At first sight, this is fair enough, as home owners, as well as the Exchequer, seem to suffer from the increased interest rate burden. But appearances are deceptive. Because of inflation the mortgagor's asset, his home, is rising in price to compensate for the high cost of servicing his debt; and whereas the capital gain on the house is tax-free, the cost is reduced by a sizeable tax concession. In effect, the home buyer is subsidised to make a small fortune.

Not surprisingly, almost everyone who might be able to buy a house nowadays wants to do so. A home is no longer regarded as somewhere to live, but as an investment or even a speculation. A foreigner listening to conversation at a typical English cocktail party might conclude that we are a nation not of shopkeepers, but small-time property tycoons. It is perhaps unnecessary to add that the country as a whole does not benefit from the frenetic merry-go-round of house buying and selling, although some may feel better-off or have made gains at the expense of others. Society gains only if the housing stock is increased in size or improved in quality.

It is because of the tax-motivated scramble for residential property that the queue for building society mortgages is now almost six months long. It hardly matters what the mortgage -rate is, as present arrangements ensure that there is an insatiable demand for housing finance. Since the building societies can (unless Mrs Thatcher intervenes) charge what they like on their lending, they can pay whatever they need to attract deposits. As a result, the interest rate differential on deposits they maintain over the banks has widened in recent years. Here is part of the explanation for the rapid growth in their share of deposit-taking business — and of their uncomfortable intrusion on monetary policy.
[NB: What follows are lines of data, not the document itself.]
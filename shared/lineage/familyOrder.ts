import type { FamilyTable } from './familyTable';
import { OUTSIDE } from './parentOptions';
import { cycle } from './pedigreeError';

/** Families in an order in which every possible parent comes first (Kahn 1962); names the ring if an animal is its own ancestor. */
export function familyOrder(table: FamilyTable, ids: string[]): number[] {
  const waiting = mentions(table);
  const order: number[] = [];
  waiting.open.forEach((parents, family) => {
    if (parents === 0) order.push(family);
  });
  for (let done = 0; done < order.length; done += 1) {
    const family = order[done] ?? 0;
    for (let at = waiting.start[family] ?? 0; at < (waiting.start[family + 1] ?? 0); at += 1) {
      const child = waiting.child[at] ?? 0;
      waiting.open[child] = (waiting.open[child] ?? 0) - 1;
      if (waiting.open[child] === 0) order.push(child);
    }
  }
  if (order.length < table.isDraw.length) throw cycle(ringOf(table, waiting.open, ids));
  return order;
}

/** For every family: how many mentions of parents are not placed yet, and which families mention it. */
function mentions(table: FamilyTable) {
  const families = table.isDraw.length;
  const open = new Int32Array(families);
  const start = new Int32Array(families + 1);
  const each = (visit: (parent: number, child: number) => void) => {
    for (let child = 0; child < families; child += 1) {
      for (let at = table.start[child] ?? 0; at < (table.start[child + 1] ?? 0); at += 1) {
        const sire = table.sire[at] ?? OUTSIDE;
        const dam = table.dam[at] ?? OUTSIDE;
        if (sire !== OUTSIDE) visit(table.familyOf[sire] ?? 0, child);
        if (dam !== OUTSIDE) visit(table.familyOf[dam] ?? 0, child);
      }
    }
  };
  each((parent, child) => {
    open[child] = (open[child] ?? 0) + 1;
    start[parent + 1] = (start[parent + 1] ?? 0) + 1;
  });
  for (let family = 1; family <= families; family += 1) start[family] = (start[family] ?? 0) + (start[family - 1] ?? 0);
  const next = start.slice();
  const child = new Int32Array(start[families] ?? 0);
  each((parent, of) => {
    const at = next[parent] ?? 0;
    child[at] = of;
    next[parent] = at + 1;
  });
  return { open, start, child };
}

/** Walks from one blocked family to a blocked parent of it, and on, until it meets its own trail. */
function ringOf(table: FamilyTable, open: Int32Array, ids: string[]): string[] {
  let family = open.findIndex((parents) => parents > 0);
  const trail: number[] = [];
  const metAt = new Map<number, number>();
  while (!metAt.has(family)) {
    metAt.set(family, trail.length);
    const parent = blockedParent(table, open, family);
    trail.push(parent);
    family = table.familyOf[parent] ?? 0;
  }
  const ring = trail.slice(metAt.get(family));
  return ring.flatMap((number) => ids[number] ?? []);
}

function blockedParent(table: FamilyTable, open: Int32Array, family: number): number {
  for (let at = table.start[family] ?? 0; at < (table.start[family + 1] ?? 0); at += 1) {
    for (const parent of [table.sire[at] ?? OUTSIDE, table.dam[at] ?? OUTSIDE]) {
      if (parent !== OUTSIDE && (open[table.familyOf[parent] ?? 0] ?? 0) > 0) return parent;
    }
  }
  return OUTSIDE;
}
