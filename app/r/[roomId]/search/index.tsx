import { SearchScreen } from '@/features/search/SearchScreen';
import { StockFound } from '@/features/stock/StockFound';

export default function Search() {
  return <SearchScreen unsignalled={(search) => <StockFound search={search} />} />;
}
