import { namePages, searchAll } from '../../shared/search/contract';
import type { Feature } from '../features';
import { pagesNamed, searchIn } from './search';

export const search: Feature = {
  routes: (serve) => {
    serve.read(searchAll, async (scope, { query }) => ({ found: await searchIn(scope, query.q ?? '') }));
    serve.read(namePages, async (scope, { query }) => ({ found: await pagesNamed(scope, query.pages ?? []) }));
  },
};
The solution to all these problems is to end tax relief on mortgage interest. For political reasons, this will be difficult to carry out, but a relatively painless approach is provided by the £25,000 limit on mortgage interest relief introduced by Mr Healey as part of his 'pip-squeaking' campaign in 1974. In a few years' time, £25,000 will be less than the average price of a house. It follows that the tax incentive to property ownership will be reduced automatically if the Government does nothing. For once, benign inactivity is the right answer. This is perhaps asking too much of politicians, who have a professional interest in doing 'something' to catch the headlines, but it would provide some reassurance that the present administration cares more about emancipating market forces than serving its traditional middle-class political constituency. However, the glee with which government ministers commented on the news of the postponement of mortgage rate does not give much encouragement about their real intentions.